Yargıtay Kararı 21. Hukuk Dairesi 2015/18121 E. 2016/11423 K. 22.09.2016 T.

YARGITAY KARARI
DAİRE : 21. Hukuk Dairesi
ESAS NO : 2015/18121
KARAR NO : 2016/11423
KARAR TARİHİ : 22.09.2016

Davacı, iş kazası sonucu maluliyetinden doğan maddi ve manevi tazminatın ödetilmesine karar verilmesini istemiştir.
Mahkeme ilamında belirtildiği şekilde, isteğin kısmen kabulüne karar vermiştir.
Hükmün davacı vekili tarafından temyiz edilmesi üzerine temyiz isteğinin süresinde olduğu anlaşıldıktan ve Tetkik Hakimi … tarafından düzenlenen raporla dosyadaki kağıtlar okunduktan sonra işin gereği düşünüldü ve aşağıdaki karar tesbit edildi.

K A R A R

1- Her ne kadar mahkemece hükme esas alınan hesap raporunda bakiye ömrün tespitinde Dairemizce benimsenen “PMF 1931” yaşam tablosu yerine, “TRH 2010” yaşam tablosu kullanılmış ise de, bu konuda açık temyiz bulunmadığından ilgili husus bozma nedeni yapılmamıştır.
2- A- Dosyadaki yazılara, kararın dayandığı delillerle, kanuni gerektirici nedenlere, temyiz kapsam ve nedenlerine göre davacı vekilinin aşadaki bendin kapsamı dışındaki sair temyiz itirazlarının reddine,
B- Dava, iş kazasına uğrayan sigortalının maddi ve manevi zararının giderilmesi istemine ilişkindir.
Mahkemece, maddi tazminat talebinin kabulüne, manevi tazminat talebinin kısmen kabulüne karar verilmiştir.
Dosya kapsamından davacının, iş kazası sonucunda % 44 oranında sürekli iş göremezliğinin bulunduğu, davalı işverenin % 60; davacının ise % 40 oranında kusurlu oldukları anlaşılmaktadır.
Borçlar Kanunu’nun 47. maddesi hükmüne göre hakimin özel halleri göz önünde tutarak manevi zarar adı ile hak sahibine verilmesine karar vereceği bir para tutarı adalete uygun olmalıdır.
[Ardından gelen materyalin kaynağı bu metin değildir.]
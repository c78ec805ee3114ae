import { capitalise, SPECIES_TAG_WORDS } from '@homeground/shared';
import { Badge, makeStyles, tokens } from '@fluentui/react-components';
import { DocumentText20Regular } from '@fluentui/react-icons';
import type { ReactNode } from 'react';
import type { SpeciesDetail } from '../../../api/species/species.api.js';
import { RouterButton } from '../../../components/links/router-link.js';
import { ContentCard } from '../../../components/page/content-card.js';
import { Heading } from '../../../components/page/page-heading.js';
import { paths } from '../../../config/paths.js';
import { hgTokens } from '../../../theme/index.js';
import { SECTION_FIELDS } from '../utils/source-labels.js';
import { FactList } from './fact-list.js';
import { SourceNote } from './source-note.js';
import { SpeciesPhoto } from './species-photo.js';

const useStyles = makeStyles({
  card: {
    display: 'grid',
    gridTemplateColumns: 'minmax(240px, 400px) 1fr',
    gap: tokens.spacingHorizontalXXL,
    alignItems: 'start',
    '@media (max-width: 720px)': { gridTemplateColumns: '1fr' },
  },
  title: { marginBottom: tokens.spacingVerticalXXS },
  scientific: {
    fontStyle: 'italic',
    fontSize: tokens.fontSizeBase500,
    margin: `0 0 ${tokens.spacingVerticalM}`,
    color: hgTokens.hgColorLoam,
  },
  tags: { display: 'flex', flexWrap: 'wrap', gap: tokens.spacingHorizontalS, marginBottom: tokens.spacingVerticalM },
  bloom: { margin: `${tokens.spacingVerticalL} 0` },
  bloomWords: { margin: `${tokens.spacingVerticalXS} 0 0` },
  action: { marginTop: tokens.spacingVerticalL },
});

/** Photo, names, bloom strip and the page's one primary action: making its fact card. */
export function SpeciesHeader({
  species,
  bloomStrip,
  bloomWords,
}: {
  species: SpeciesDetail;
  bloomStrip: ReactNode;
  bloomWords: string;
}) {
  const styles = useStyles();
  const [name, ...otherNames] = species.commonNames;
  const facts: [string, ReactNode][] = [];
  if (otherNames.length > 0) facts.push(['Also called', otherNames.join(', ')]);
  facts.push(['Family', species.family]);
  if (species.synonyms.length > 0) facts.push(['Synonyms', <i key="syn">{species.synonyms.join(', ')}</i>]);
  facts.push(['USDA symbol', species.usdaSymbol]);
  for (const r of species.reconciliations)
    facts.push([`Note on ${r.field === 'nativeStates' ? 'range' : r.field}`, r.note]);
  const colours = species.flowerColours.join(' and ');

  return (
    <ContentCard className={styles.card} aria-label={`${capitalise(name ?? species.scientificName)} at a glance`}>
      <SpeciesPhoto species={species} />
      <div>
        <Heading level="page" className={styles.title}>
          {capitalise(name ?? species.scientificName)}
        </Heading>
        <p className={styles.scientific} lang="la">
          {species.scientificName}
        </p>
        {species.tags.length > 0 ? (
          <div className={styles.tags}>
            {species.tags.map((t) => (
              <Badge key={t} appearance="tint" color="brand" shape="rounded">
                {SPECIES_TAG_WORDS[t]}
              </Badge>
            ))}
          </div>
        ) : null}
        <FactList facts={facts} />
        <SourceNote sources={species.sources} fields={SECTION_FIELDS.names} />
        <div className={styles.bloom}>
          {bloomStrip}
          <p className={styles.bloomWords}>
            {bloomWords}
            {colours ? `; ${colours} flowers` : ''}.
          </p>
          <SourceNote sources={species.sources} fields={SECTION_FIELDS.bloom} />
        </div>
        <RouterButton
          to={paths.cardsLabels.build({ species: [species.slug] })}
          appearance="primary"
          icon={<DocumentText20Regular />}
          className={styles.action}
        >
          Make fact card
        </RouterButton>
      </div>
    </ContentCard>
  );
}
Hükmedilecek bu para, zarara uğrayanda manevi huzuru doğurmayı gerçekleştirecek tazminata benzer bir fonksiyonu olan özgün bir nitelik taşır. Bir ceza olmadığı gibi, mamelek hukukuna ilişkin zararın karşılanmasını da amaç edinmemiştir. O halde, bu tazminatın sınırı onun amacına göre belirlenmelidir. Takdir edilecek miktar, mevcut halde elde edilmek istenilen tatmin duygusunun etkisine ulaşmak için gerekli olan kadar olmalıdır. 22.06.1966 günlü ve 7/7 sayılı Yargıtay İçtihadı Birleştirme Kararı’nın gerekçesinde takdir olunacak manevi tazminatın tutarını etkileyecek özel hal ve şartlar da açıkça gösterilmiştir. Bunlar her olaya göre değişebileceğinden hakim bu konuda takdir hakkını kullanırken ona etkili olan nedenleri de karar yerinde objektif ölçülere göre isabetli bir biçimde göstermelidir.
Hakimin bu takdir hakkını kullanırken, ülkenin ekonomik koşulları, tarafların sosyal ve ekonomik durumları, paranın satın alma gücü, tarafların kusur durumu, olayın ağırlığı, olay tarihi gibi özellikleri göz önünde tutması, bunun yanında olayın işverenin işçi sağlığı ve güvenliği önlemlerini yeterince almamasından kaynaklandığı da gözetilerek gelişen hukuktaki yaklaşıma da uygun olarak tatmin duygusu yanında caydırıcılık uyandıran oranda manevi tazminat takdir edilmesi gerektiği açıkça ortadadır. (HGK 23/06/2004, 13/291-370)
Bu ilkeler gözetildiğinde, davacı yararına hükmedilen 15.000 TL manevi tazminat azdır.
Mahkemece bu maddi ve hukuki olgular nazara alınmaksızın yazılı şekilde karar verilmesi usul ve yasaya aykırı olup bozma nedenidir.
O halde davacının bu yönleri amaçlayan temyiz itirazları kabul edilmeli ve hüküm bozulmalıdır.
SONUÇ: Hükmün yukarıda açıklanan nedenlerle BOZULMASINA, temyiz harcının istek halinde davacıya iadesine, 22/09/2016 gününde oybirliğiyle karar verildi.